The appellants maintain that there is a jury question as to when Christine knew or was on notice of an invasion of her legal *100rights regarding possible medical malpractice. The question is, when did the two year limitations period in section 95.11(4)(b) commence to run. Additionally, Christine claims it was not until July, 1990, that she first considered the possibility of medical negligence and that “it was in April, 1991, when Christine Cardenas learned that Dr. Godbold could have prolonged her pregnancy and that his decision to effect delivery prematurely [sic] resulted in damage to her baby.”

Section 95.11(4)(b) reads in pertinent part: An action for medical malpractice shall be commenced within two years from the time the incident giving rise to the action occurred or within two years from the time the incident is discovered, or should have been discovered with the exercise of due diligence; however, in no event shall the action be commenced later than four years from the date of the incident or occurrence out of which the cause of action accrued.

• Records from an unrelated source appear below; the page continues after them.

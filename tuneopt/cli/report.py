"""``tuneopt report``: the HTML report of a run folder, or the comparison of two runs."""

from __future__ import annotations

import argparse
from pathlib import Path
from typing import Any


def register(sub: Any) -> None:
    p = sub.add_parser(
        "report",
        help="write the HTML report of a run (or compare two runs)",
        description="RUN_DIR: write report.html and the exports into that run folder. "
        "--compare DIR_A DIR_B --out FILE: write the comparison of two runs to FILE.",
    )
    p.add_argument("run_dir", nargs="?", type=Path, help="output folder of tuneopt optimise")
    p.add_argument(
        "--rank",
        type=int,
        action="append",
        help="ranked setup to ride against the current one (repeatable; default 1)",
    )
    p.add_argument("--no-exports", action="store_true", help="skip the CSV and JSON exports")
    p.add_argument("--compare", nargs=2, type=Path, metavar=("DIR_A", "DIR_B"))
    p.add_argument("--out", type=Path, help="file for the comparison report")
    p.set_defaults(func=run)


def run(args: argparse.Namespace) -> int:
    from tuneopt.model import InputError

    if args.compare is not None:
        if args.run_dir is not None:
            raise InputError.single("run_dir", "give RUN_DIR or --compare DIR_A DIR_B, not both")
        if args.out is None:
            raise InputError.single("--out", "the comparison report needs a file to write")
        from tuneopt.report import write_comparison

        path = write_comparison(args.compare[0], args.compare[1], args.out)
    else:
        if args.run_dir is None:
            raise InputError.single("run_dir", "give RUN_DIR or --compare DIR_A DIR_B")
        if args.out is not None:
            raise InputError.single("--out", "a run's report is written into its folder")
        from tuneopt.report import write_run_report

        path = write_run_report(args.run_dir, args.rank or (1,), not args.no_exports)
    print(f"report: {path}")
    return 0
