"""``tuneopt check SCENARIO``: the static check as a table, or as JSON, with each end alone on
the quarter-car over standard inputs (``tuneopt.sim.end_response``; ``--static-only`` leaves it
out)."""

from __future__ import annotations

import argparse
import dataclasses
import json
import sys
from typing import Any

from tuneopt.model import InputError, load_scenario
from tuneopt.physics import static_check
from tuneopt.report import check_data, print_static_check


def register(sub: Any) -> None:
    p = sub.add_parser(
        "check",
        help="static check of a scenario: sag, rates, frequencies, and each end over a step "
        "and a run of bumps",
    )
    p.add_argument("scenario", help="scenario file (.toml or .json)")
    p.add_argument("--json", action="store_true", help="print the check as JSON")
    p.add_argument(
        "--measured-sag",
        metavar="FRONT_MM,REAR_MM",
        help="sag read with a tape (stroke, mm; - for an end not measured): compared with the "
        "model's, with what the difference says about the spring data",
    )
    p.add_argument(
        "--static-only",
        action="store_true",
        help="the static check alone, without each end over the standard inputs (quicker)",
    )
    p.set_defaults(func=run)


def run(args: argparse.Namespace) -> int:
    scenario = load_scenario(args.scenario)
    try:
        check = static_check(scenario)
    except InputError as exc:  # an impossible setup: name the file, as load_scenario does
        raise InputError(exc.problems, args.scenario) from None
    sag = None
    if args.measured_sag is not None:
        from tuneopt.cli._measured_sag import measured_sag, sag_lines

        sag = measured_sag(scenario, args.measured_sag)
    response = None
    if not args.static_only:
        from tuneopt.sim.end_response import response_check

        response = response_check(scenario, check=check)
    if args.json:
        data = check_data(check, response)
        if sag is not None:
            data["measured_sag"] = [dataclasses.asdict(c) for c in sag]
        json.dump(data, sys.stdout, indent=2)
        print()
    else:
        print_static_check(scenario.name, check, response=response)
        if sag is not None:
            print("\n".join(sag_lines(sag)))
    return 1 if check.errors else 0
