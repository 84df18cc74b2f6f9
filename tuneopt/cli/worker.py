"""``tuneopt worker``: work the service's queue (settings from TUNEOPT_* in the environment)."""

from __future__ import annotations

import argparse
from typing import Any


def register(sub: Any) -> None:
    p = sub.add_parser(
        "worker",
        help="work the job service's queue (shards and finalisers of queued jobs)",
        description="Run queued jobs' shards and finalisers. Reads TUNEOPT_REDIS_URL, "
        "TUNEOPT_RESULTS_DIR and the other TUNEOPT_ settings from the environment. Start one "
        "per core on any machine that reaches the Redis server.",
    )
    p.add_argument("--burst", action="store_true", help="stop when the queue is empty")
    p.add_argument("--name", help="worker name (default host-pid)")
    p.set_defaults(func=run)


def run(args: argparse.Namespace) -> int:
    from tuneopt.service.logs import configure
    from tuneopt.service.settings import load_settings
    from tuneopt.service.worker import make_worker

    settings = load_settings()
    configure()  # one JSON line per event, rq's own lines included
    worker = make_worker(settings, name=args.name)
    worker.work(burst=args.burst, with_scheduler=False)
    return 0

In Tanner v. Hartog, 618 So.2d 177 (Fla. 1993), the Florida Supreme Court modified its previous opinion in Nardone v. Reynolds, 333 So.2d 25 (Fla.1976) which had held that a statute of limitations in a malpractice suit commenced either when a plaintiff had notice of the negligent act giving rise to the cause of action or when a plaintiff had notice of the physical injury which was the consequence of the negligent act. The Tanner opinion discerned that the Nardone rule, when strictly applied, could produce unjust and unreasonable results, particularly in those cases in which the adverse medical consequence is one which often occurs as a result of natural causes rather than from medical negligence. The court held:

As a consequence, we have determined to place an interpretation on the Nardone rule designed to ameliorate the harsh results which can sometimes occur by its strict application. We hold that the knowledge of the injury as referred to in the rule as triggering the statute of limitations means not only knowledge of the injury but also knowledge that there is a reasonable possibility4 that the injury was caused by medical malpractice. The nature of the injury, standing alone, may be such that it communicates the possibility of medical negligence, in which event the statute of limitations will immediately begin to run upon discovery of the injury itself. On the other hand, if the injury is such that it is likely to have occurred from natural causes, the statute will not begin to run until such time as there is reason to believe that medical malpractice may possibly have occurred.

The court recognized that its holding would often require a fact-finder- to determine when the two year statute begins to run, but considered its departure from the Nardone rule as justified by the definitive outer time limit of four years based upon the statute of repose as explicated in Kush v. Lloyd, 616 So.2d 416 (Fla.1992).

The type of damage suffered by Victoria Cardenas — i.e., viral attack and resulting brain damage — is such as may readily occur in the absence of medical malpractice. We believe in this ease, as in Tanner, the point at which the statute began to run can only be determined after all of the pertinent facts have been developed. One such disputed fact is the extent of Christine Cardenas’ knowledge of the nature and availability of tocolytic therapy, and when that knowledge was acquired. It must also be remembered that she was told by treating physicians that her baby’s brain damage was the result of natural causes, i.e., the contraction of meningitis and encephalitis and a herpes virus. The appellee relies heavily upon the testimony of one Evelyn Carr, but that testimony is controverted in material respects by the sworn testimony of Christine Cardenas, thereby negating its effectiveness for purposes of a summary judgment. Moreover, the testimony of Carr is self-contradictory and confusing in many instances.

REVERSED and REMANDED for further proceedings consistent with this opinion.

HARRIS, C.J., and DAUKSCH, J., concur.

We decline the suggestion that the statute should not begin to run until there is notice of a "probability” of medical malpractice. To do so would made the reference to "knowledge of the negligent act” in the Nardone rule redundant and would result in an inordinate extension of the statute.